*** Opening INPUT ***

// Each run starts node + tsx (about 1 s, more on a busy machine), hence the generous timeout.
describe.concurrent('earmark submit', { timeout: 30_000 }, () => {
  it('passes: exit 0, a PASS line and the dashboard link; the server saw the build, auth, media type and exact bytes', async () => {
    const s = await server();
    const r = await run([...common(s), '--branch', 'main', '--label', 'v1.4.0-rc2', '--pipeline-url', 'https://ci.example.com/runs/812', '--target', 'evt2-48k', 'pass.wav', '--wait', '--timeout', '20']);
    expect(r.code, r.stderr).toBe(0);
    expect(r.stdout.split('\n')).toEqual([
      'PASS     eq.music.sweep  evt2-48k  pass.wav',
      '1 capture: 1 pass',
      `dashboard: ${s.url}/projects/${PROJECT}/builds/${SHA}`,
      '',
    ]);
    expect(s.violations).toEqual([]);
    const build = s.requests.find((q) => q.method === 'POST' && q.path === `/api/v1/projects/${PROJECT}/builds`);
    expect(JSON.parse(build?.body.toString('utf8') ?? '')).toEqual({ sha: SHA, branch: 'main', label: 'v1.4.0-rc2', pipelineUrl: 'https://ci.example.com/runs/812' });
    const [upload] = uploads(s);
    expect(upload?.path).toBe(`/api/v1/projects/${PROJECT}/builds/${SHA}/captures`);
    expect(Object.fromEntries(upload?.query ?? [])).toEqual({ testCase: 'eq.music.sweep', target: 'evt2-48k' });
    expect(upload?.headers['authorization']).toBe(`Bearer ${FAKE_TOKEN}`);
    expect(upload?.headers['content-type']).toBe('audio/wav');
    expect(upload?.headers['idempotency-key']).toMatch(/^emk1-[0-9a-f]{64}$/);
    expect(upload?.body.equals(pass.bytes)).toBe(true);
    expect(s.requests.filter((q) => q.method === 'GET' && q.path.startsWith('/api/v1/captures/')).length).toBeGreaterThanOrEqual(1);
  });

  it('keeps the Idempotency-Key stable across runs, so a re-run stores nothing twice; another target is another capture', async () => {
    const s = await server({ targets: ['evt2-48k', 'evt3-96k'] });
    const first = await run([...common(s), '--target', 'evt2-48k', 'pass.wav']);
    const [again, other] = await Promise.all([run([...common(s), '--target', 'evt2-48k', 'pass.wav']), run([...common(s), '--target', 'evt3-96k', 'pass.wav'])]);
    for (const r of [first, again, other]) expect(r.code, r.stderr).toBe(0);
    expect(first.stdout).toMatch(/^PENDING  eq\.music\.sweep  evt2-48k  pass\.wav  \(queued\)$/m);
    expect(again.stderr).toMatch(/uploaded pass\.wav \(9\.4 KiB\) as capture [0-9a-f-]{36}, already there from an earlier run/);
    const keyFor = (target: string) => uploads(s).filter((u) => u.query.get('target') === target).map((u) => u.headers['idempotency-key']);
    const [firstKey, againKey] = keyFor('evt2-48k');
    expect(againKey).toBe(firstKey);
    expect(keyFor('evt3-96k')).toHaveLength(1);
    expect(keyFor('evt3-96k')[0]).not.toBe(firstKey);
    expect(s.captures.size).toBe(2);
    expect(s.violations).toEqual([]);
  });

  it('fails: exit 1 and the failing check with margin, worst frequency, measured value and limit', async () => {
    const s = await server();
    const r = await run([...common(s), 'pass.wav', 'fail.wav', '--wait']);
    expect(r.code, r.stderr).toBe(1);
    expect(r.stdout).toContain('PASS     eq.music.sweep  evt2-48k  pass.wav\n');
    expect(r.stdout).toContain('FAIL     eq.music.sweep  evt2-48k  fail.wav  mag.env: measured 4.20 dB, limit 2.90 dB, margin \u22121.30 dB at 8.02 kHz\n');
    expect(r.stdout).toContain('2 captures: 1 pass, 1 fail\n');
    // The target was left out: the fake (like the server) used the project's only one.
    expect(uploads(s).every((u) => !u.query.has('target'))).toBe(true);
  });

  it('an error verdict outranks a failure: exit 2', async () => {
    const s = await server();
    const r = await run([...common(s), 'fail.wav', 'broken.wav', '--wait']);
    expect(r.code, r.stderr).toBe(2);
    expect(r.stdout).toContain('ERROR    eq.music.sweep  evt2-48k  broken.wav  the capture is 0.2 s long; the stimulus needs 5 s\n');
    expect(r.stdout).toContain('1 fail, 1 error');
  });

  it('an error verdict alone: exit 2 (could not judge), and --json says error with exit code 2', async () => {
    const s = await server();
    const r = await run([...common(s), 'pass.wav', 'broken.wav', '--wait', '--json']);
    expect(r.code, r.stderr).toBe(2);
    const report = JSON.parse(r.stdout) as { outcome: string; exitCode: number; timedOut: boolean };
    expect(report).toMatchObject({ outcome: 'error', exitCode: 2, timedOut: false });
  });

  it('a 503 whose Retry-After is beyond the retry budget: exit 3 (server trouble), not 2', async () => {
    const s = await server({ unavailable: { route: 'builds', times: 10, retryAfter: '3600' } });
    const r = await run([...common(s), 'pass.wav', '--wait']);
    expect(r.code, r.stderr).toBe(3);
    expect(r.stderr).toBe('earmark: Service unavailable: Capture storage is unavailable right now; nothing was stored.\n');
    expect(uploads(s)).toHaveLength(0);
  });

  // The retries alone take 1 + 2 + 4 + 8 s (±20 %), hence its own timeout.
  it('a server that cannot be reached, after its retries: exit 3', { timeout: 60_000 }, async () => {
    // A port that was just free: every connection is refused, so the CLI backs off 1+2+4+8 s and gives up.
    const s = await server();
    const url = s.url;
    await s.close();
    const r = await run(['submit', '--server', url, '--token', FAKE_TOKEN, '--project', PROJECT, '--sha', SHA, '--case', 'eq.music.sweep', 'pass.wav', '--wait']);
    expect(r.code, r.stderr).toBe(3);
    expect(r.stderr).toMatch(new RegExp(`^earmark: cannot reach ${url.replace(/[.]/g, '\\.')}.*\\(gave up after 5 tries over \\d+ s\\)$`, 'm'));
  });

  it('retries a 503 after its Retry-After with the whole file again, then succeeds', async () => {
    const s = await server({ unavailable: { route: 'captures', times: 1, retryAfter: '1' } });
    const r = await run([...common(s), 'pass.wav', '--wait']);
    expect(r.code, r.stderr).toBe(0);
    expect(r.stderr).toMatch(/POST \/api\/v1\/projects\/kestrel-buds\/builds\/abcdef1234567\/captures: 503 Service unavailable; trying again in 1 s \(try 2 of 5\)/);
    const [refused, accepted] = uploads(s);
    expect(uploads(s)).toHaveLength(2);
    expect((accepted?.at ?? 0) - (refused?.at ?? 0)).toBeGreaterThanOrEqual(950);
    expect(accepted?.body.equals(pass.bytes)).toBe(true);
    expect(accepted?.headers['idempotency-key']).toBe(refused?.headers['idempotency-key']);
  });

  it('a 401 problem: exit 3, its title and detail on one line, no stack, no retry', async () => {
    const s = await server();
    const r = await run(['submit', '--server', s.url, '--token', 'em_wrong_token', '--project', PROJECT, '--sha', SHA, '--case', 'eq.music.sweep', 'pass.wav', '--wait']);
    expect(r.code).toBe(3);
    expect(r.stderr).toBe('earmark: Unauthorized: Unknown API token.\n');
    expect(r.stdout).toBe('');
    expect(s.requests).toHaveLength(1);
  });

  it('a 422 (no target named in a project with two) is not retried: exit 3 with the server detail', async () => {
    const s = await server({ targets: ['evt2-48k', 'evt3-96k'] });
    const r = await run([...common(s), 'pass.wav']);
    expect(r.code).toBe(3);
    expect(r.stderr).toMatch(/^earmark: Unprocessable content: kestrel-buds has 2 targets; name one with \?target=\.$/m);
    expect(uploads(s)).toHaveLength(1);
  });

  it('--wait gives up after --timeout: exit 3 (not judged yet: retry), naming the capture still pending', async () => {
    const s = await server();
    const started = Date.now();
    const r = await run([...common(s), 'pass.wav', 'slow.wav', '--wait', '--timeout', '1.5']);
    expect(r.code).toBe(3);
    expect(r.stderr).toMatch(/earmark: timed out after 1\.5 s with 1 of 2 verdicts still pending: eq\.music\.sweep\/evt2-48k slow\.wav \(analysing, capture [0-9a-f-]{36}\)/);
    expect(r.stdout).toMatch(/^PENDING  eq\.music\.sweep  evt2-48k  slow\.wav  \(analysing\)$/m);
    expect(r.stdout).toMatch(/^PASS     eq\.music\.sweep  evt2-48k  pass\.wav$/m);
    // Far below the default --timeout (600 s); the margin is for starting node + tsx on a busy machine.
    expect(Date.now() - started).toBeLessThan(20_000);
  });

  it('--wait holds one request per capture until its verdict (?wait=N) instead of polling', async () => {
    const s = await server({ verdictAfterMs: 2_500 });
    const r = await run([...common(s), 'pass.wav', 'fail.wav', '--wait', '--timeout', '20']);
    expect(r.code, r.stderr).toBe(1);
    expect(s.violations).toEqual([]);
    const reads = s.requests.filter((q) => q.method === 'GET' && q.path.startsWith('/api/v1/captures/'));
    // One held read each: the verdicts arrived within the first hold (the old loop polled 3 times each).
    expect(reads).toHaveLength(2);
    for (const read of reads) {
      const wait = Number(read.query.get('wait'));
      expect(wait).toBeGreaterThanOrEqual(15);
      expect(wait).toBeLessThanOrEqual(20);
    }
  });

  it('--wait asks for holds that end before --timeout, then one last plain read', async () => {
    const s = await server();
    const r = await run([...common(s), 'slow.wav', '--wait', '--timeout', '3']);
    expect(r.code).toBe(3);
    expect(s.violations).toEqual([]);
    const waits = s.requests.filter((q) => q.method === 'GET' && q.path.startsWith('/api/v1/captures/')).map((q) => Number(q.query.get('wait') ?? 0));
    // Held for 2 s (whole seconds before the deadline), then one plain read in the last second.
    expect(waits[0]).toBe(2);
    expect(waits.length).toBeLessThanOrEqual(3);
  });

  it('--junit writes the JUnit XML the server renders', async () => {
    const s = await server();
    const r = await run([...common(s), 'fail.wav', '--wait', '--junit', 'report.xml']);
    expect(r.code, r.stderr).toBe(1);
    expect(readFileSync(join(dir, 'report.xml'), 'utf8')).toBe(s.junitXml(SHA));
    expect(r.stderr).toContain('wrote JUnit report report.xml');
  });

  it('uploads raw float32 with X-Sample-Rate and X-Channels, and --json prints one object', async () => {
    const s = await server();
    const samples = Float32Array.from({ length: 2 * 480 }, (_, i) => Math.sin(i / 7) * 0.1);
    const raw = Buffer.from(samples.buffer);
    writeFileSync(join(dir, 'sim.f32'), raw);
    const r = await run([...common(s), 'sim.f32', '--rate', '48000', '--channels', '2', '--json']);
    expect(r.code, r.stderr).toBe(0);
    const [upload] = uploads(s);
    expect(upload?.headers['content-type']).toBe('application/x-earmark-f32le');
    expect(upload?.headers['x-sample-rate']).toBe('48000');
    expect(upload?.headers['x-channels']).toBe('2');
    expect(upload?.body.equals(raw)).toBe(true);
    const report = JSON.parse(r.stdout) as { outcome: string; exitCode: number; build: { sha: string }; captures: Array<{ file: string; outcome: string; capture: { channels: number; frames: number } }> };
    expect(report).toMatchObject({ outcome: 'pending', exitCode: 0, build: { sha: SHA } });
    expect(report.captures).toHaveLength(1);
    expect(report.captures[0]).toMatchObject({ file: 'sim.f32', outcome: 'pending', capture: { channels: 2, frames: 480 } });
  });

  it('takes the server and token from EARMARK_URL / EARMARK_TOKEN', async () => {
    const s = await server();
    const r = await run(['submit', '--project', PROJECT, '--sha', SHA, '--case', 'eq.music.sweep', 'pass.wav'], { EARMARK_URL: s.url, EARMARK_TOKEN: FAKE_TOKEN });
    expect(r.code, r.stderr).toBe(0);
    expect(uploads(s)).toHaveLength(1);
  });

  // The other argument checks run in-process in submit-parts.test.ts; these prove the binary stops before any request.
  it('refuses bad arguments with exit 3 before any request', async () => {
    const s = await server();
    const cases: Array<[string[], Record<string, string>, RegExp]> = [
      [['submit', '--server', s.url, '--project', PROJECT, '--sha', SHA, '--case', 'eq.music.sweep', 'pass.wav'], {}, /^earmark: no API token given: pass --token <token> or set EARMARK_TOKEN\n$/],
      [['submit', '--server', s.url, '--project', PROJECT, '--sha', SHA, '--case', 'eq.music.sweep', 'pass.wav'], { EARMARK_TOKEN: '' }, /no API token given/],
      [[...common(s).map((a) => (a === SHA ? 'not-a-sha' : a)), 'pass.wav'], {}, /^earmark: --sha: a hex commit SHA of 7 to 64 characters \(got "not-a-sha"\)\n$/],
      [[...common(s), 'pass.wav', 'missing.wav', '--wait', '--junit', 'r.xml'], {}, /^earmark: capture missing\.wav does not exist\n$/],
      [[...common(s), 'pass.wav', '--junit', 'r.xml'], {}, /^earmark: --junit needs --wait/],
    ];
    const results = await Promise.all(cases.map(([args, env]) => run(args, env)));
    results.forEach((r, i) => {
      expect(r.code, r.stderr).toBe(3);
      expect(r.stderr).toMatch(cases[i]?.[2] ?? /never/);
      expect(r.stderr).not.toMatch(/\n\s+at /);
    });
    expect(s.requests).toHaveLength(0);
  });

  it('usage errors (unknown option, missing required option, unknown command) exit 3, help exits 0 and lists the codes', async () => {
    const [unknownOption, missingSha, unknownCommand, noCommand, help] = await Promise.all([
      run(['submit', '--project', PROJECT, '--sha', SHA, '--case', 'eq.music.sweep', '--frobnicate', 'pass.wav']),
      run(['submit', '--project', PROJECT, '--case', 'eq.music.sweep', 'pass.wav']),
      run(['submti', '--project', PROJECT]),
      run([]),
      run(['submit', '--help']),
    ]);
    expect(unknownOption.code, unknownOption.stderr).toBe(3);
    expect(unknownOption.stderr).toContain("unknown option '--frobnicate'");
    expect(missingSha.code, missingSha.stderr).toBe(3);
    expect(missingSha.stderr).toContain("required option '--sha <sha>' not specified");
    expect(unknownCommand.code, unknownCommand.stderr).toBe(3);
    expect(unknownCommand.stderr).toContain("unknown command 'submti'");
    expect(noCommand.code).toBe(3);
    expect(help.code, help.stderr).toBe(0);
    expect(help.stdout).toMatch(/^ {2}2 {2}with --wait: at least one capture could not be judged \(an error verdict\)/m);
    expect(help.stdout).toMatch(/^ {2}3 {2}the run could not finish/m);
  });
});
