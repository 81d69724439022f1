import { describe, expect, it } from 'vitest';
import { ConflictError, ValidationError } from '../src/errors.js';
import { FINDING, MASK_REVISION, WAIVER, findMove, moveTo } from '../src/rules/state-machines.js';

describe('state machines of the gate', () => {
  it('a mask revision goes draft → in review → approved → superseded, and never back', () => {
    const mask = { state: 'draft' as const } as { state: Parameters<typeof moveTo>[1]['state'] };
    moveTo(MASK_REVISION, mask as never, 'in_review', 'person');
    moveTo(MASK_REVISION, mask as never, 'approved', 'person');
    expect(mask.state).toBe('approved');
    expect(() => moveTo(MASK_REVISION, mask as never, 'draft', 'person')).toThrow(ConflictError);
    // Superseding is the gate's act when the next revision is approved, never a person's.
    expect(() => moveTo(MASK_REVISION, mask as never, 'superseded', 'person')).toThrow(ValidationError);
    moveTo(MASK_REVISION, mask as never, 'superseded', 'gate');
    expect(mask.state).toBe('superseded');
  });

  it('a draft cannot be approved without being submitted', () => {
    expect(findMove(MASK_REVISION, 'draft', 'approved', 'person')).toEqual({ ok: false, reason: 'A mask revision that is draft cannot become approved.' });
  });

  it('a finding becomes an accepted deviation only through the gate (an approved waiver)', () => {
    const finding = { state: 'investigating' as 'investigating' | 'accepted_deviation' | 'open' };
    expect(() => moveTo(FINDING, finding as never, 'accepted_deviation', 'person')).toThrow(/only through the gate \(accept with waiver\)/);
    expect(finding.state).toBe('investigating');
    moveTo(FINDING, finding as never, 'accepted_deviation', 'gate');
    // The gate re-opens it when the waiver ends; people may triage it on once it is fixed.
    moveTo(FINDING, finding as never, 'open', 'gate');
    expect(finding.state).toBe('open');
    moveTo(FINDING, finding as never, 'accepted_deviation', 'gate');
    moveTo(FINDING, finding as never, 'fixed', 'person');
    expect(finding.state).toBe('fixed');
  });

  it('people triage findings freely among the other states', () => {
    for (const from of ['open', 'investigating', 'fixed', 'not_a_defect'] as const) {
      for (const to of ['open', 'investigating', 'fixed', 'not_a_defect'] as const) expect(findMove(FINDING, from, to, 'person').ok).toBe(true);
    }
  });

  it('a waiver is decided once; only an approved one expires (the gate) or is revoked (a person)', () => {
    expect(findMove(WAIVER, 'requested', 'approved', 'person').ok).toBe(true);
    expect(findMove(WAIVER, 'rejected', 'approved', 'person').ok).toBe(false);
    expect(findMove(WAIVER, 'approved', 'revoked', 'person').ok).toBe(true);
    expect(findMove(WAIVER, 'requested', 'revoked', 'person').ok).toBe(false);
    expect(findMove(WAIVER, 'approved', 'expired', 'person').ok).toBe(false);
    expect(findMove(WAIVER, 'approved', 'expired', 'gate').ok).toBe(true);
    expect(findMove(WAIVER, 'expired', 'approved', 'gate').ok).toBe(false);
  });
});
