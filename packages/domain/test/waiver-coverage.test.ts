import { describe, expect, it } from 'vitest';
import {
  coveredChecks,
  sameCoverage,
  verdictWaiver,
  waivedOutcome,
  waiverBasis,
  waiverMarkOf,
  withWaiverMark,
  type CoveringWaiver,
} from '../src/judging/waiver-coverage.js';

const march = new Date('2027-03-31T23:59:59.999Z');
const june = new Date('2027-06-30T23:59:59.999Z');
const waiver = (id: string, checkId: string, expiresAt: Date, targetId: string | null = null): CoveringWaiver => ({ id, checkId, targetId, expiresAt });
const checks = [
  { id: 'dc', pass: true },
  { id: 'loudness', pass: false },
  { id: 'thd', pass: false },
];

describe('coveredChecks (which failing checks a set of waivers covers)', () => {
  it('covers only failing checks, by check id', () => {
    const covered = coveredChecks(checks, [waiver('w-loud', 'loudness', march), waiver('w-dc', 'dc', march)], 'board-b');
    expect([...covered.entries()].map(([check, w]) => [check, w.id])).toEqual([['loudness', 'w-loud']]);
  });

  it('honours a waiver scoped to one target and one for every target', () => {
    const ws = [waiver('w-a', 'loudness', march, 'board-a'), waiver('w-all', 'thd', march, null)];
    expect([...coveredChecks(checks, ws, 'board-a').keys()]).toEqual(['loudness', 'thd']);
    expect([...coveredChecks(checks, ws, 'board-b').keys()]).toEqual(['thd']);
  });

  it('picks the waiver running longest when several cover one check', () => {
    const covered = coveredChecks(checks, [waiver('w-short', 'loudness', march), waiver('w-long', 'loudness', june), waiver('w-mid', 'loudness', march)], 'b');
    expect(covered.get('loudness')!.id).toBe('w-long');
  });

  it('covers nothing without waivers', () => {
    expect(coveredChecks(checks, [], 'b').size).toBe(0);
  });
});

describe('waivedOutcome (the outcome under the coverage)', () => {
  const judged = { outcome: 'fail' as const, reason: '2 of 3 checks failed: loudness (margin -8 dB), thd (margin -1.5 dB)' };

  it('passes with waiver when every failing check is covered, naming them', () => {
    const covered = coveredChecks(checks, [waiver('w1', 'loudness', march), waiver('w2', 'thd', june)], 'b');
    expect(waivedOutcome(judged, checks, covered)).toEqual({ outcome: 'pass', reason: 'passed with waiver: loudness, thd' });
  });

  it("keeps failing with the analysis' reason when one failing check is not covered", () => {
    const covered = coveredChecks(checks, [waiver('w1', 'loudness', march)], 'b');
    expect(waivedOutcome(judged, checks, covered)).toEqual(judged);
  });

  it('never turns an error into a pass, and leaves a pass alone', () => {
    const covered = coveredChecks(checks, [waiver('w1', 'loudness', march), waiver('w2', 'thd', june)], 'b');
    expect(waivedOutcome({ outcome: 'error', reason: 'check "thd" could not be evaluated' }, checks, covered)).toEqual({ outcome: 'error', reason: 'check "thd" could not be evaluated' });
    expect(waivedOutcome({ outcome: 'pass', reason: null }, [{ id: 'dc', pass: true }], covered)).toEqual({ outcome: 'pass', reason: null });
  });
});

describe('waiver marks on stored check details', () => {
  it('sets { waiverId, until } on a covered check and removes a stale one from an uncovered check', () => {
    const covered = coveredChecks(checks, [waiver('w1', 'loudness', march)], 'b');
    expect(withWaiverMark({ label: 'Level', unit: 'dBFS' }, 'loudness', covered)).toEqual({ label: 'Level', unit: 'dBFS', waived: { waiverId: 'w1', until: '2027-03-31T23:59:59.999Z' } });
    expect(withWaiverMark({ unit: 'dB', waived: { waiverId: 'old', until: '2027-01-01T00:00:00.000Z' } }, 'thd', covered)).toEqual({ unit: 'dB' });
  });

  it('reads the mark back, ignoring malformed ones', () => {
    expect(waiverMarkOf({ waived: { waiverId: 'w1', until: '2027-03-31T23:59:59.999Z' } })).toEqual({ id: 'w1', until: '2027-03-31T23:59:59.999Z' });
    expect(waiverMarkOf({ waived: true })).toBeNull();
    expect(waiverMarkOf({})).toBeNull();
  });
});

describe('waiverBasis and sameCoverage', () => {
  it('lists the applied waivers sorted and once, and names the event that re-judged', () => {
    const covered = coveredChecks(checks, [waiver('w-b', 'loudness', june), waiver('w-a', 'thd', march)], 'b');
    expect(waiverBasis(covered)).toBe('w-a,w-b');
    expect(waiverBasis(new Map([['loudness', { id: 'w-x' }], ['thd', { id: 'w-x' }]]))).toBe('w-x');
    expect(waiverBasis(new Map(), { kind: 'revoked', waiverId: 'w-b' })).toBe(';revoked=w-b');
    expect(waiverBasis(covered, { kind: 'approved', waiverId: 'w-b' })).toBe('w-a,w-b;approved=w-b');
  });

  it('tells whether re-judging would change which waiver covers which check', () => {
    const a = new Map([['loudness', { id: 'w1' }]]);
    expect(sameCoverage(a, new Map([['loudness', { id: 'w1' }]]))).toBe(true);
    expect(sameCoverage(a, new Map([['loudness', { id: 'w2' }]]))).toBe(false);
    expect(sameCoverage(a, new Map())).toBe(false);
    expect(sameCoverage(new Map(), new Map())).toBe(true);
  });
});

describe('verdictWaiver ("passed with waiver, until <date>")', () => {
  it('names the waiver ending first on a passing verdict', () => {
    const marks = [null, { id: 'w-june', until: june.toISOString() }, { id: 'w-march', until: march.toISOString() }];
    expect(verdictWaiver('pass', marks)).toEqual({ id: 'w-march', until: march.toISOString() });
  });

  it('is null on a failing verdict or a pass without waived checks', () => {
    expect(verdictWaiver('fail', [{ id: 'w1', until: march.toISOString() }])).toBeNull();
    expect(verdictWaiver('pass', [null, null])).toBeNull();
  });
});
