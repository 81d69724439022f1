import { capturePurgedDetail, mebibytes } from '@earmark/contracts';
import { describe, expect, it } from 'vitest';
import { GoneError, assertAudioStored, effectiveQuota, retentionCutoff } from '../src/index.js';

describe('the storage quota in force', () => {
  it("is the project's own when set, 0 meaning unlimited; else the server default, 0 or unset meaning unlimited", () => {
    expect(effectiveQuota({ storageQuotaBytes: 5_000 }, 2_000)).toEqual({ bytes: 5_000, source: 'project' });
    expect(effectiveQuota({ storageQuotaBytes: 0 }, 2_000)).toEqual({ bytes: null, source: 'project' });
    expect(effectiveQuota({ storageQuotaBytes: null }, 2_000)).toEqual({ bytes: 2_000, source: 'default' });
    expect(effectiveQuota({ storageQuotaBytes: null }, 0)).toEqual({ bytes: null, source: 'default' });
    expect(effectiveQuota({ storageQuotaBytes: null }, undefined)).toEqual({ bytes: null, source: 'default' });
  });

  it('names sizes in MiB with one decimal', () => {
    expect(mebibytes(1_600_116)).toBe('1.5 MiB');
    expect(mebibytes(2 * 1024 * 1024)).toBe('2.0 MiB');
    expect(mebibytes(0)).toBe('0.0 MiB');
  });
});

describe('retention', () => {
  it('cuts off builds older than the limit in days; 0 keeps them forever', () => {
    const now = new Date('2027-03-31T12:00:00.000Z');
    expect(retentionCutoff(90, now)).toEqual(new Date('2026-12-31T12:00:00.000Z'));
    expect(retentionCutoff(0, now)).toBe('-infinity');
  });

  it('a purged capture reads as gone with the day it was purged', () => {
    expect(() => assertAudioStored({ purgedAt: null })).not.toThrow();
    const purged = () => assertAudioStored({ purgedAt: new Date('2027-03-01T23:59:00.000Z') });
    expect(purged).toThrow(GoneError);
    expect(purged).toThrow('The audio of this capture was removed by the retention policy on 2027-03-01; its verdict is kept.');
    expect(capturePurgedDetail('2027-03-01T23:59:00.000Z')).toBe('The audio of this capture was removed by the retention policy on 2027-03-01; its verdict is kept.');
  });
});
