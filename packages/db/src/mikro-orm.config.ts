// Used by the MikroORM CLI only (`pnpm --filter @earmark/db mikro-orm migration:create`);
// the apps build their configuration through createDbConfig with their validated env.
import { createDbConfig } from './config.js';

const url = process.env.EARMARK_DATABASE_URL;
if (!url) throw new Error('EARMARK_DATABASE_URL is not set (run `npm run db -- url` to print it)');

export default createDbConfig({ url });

*** Closing INPUT ***

● **WORK INSTRUCTIONS**: The answer must be a single number: how many lines in the records above contain the word "path".

● **FINISHED EXERCISE**: 5